The answer is the number of lines in the data that contain the word "refusal"; give it alone.

#### AVAILABLE DATA

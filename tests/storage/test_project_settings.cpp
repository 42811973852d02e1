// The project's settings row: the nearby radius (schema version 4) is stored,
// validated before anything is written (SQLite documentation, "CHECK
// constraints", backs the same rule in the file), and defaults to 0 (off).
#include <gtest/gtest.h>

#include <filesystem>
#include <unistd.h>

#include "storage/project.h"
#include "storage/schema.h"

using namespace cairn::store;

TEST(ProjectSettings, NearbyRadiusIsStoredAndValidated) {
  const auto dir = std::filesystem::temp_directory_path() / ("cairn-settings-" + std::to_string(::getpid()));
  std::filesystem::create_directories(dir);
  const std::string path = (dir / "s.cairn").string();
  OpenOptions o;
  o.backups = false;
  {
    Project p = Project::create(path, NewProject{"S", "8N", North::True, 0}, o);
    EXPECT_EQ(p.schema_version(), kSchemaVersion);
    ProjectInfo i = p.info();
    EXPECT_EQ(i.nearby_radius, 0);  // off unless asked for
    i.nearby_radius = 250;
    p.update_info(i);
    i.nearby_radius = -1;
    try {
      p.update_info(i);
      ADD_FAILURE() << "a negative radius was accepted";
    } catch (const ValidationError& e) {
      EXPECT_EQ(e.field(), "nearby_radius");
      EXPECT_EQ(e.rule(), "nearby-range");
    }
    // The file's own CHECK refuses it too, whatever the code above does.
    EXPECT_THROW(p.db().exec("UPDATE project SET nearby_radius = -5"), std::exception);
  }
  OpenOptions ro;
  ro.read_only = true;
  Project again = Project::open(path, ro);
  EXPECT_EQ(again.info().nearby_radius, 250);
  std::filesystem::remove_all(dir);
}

########
#### AVAILABLE DATA

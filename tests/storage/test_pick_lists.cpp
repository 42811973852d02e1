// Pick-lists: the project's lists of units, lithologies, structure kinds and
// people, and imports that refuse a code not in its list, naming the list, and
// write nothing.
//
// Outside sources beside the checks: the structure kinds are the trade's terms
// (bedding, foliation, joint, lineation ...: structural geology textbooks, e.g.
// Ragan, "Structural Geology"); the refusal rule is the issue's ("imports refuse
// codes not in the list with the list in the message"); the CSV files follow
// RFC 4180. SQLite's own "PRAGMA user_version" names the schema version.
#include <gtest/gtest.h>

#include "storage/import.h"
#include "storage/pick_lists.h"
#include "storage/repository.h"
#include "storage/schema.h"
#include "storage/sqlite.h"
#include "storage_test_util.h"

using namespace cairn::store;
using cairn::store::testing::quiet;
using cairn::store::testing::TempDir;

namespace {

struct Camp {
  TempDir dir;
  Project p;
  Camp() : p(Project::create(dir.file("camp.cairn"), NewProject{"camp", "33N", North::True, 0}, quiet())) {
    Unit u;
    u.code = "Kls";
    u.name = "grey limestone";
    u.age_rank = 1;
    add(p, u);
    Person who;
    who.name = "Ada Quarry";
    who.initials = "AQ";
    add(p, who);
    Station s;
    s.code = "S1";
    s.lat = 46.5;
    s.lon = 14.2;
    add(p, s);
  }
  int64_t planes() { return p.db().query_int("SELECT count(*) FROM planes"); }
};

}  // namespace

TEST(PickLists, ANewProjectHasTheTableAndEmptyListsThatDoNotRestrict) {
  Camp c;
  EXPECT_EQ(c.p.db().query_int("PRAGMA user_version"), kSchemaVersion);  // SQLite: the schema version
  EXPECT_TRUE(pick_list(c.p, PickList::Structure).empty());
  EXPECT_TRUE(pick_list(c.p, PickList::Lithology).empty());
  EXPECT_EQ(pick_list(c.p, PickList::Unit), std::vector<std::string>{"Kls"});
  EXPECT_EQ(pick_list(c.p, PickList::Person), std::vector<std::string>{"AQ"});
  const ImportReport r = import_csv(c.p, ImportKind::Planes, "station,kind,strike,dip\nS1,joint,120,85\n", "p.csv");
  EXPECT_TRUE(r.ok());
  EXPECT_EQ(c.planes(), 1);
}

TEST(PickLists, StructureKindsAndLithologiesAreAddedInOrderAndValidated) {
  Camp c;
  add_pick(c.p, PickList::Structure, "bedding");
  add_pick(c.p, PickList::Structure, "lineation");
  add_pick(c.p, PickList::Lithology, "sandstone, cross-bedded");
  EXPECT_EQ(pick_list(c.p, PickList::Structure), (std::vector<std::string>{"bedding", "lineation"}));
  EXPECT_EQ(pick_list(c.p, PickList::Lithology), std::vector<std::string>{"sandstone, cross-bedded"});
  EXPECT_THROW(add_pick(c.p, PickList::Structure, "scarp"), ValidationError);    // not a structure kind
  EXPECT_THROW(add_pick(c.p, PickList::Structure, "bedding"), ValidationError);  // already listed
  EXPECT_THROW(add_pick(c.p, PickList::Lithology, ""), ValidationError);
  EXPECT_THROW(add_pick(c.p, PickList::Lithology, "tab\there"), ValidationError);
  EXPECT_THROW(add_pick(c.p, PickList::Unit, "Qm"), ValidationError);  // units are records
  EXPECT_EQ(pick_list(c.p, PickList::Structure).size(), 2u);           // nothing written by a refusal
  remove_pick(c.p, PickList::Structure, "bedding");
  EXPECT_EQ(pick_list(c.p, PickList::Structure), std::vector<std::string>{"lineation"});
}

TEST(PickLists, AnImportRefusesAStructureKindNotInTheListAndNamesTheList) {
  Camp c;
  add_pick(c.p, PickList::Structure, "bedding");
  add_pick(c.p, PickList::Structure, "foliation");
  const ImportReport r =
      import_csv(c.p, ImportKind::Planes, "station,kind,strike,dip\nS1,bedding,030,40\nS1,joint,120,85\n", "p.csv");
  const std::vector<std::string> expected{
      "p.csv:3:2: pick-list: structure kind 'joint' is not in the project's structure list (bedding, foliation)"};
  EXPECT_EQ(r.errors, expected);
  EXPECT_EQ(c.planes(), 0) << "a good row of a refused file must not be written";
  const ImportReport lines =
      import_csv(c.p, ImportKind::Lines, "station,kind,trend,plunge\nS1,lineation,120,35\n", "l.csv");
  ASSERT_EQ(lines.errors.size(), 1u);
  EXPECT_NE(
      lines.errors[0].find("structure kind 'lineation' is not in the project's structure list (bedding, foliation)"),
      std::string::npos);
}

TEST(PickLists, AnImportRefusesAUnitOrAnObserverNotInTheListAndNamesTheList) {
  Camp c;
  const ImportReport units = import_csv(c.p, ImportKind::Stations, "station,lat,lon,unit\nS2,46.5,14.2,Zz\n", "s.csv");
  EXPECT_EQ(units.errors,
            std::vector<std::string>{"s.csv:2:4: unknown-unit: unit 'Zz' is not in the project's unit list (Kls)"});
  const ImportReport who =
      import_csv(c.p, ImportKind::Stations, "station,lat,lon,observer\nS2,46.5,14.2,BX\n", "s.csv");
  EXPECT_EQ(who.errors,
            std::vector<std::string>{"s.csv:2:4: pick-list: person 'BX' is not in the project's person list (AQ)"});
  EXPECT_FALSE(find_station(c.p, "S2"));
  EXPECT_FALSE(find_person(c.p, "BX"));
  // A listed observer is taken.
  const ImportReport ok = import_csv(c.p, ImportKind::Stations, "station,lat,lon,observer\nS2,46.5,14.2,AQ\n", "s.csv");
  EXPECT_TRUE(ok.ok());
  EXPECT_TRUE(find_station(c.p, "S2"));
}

########
#### AVAILABLE DATA

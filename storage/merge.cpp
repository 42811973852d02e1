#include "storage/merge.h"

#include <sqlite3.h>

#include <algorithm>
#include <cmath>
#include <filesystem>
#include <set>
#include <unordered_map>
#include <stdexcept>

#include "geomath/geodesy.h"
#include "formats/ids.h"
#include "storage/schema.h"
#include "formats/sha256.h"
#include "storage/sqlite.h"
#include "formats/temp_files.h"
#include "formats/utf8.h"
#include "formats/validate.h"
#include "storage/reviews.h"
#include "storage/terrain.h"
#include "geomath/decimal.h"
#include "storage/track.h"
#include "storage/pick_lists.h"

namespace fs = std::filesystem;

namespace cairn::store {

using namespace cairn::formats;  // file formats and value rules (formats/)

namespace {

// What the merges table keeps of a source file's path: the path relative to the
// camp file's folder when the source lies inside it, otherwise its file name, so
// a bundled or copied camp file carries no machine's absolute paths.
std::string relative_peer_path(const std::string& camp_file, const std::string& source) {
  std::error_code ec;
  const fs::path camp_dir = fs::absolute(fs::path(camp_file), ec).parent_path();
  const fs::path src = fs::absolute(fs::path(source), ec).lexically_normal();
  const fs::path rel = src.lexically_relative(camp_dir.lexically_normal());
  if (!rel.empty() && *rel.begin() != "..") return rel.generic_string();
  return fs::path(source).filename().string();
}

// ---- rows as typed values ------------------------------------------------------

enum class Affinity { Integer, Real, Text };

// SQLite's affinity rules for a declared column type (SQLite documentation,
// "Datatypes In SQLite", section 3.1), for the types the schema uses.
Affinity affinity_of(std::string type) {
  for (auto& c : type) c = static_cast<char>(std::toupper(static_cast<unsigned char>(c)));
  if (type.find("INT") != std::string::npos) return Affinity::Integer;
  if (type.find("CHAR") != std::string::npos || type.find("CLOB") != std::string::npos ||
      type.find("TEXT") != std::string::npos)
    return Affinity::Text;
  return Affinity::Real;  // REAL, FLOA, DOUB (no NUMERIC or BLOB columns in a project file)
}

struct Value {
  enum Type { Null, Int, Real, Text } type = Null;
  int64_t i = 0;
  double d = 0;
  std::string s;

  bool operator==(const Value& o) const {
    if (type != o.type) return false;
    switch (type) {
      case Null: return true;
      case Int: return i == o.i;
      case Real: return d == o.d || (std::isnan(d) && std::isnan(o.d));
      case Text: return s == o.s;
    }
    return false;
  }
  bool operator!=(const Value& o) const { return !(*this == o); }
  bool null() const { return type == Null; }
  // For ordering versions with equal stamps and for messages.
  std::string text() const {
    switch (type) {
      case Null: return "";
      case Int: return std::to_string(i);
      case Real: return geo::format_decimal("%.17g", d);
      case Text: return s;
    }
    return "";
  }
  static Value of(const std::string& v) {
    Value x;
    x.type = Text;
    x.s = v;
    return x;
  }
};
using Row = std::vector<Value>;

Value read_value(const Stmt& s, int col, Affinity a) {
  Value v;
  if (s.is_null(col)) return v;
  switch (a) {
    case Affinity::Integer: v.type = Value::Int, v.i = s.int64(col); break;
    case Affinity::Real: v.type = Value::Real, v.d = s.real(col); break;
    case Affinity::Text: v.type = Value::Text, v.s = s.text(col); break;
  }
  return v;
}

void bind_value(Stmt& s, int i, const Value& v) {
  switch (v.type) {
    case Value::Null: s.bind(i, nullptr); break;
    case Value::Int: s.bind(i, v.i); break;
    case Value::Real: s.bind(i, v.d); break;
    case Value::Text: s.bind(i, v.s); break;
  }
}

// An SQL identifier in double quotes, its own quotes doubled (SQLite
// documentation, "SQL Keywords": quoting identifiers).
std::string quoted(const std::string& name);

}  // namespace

########

**SOLUTION TO THE PROBLEM**
2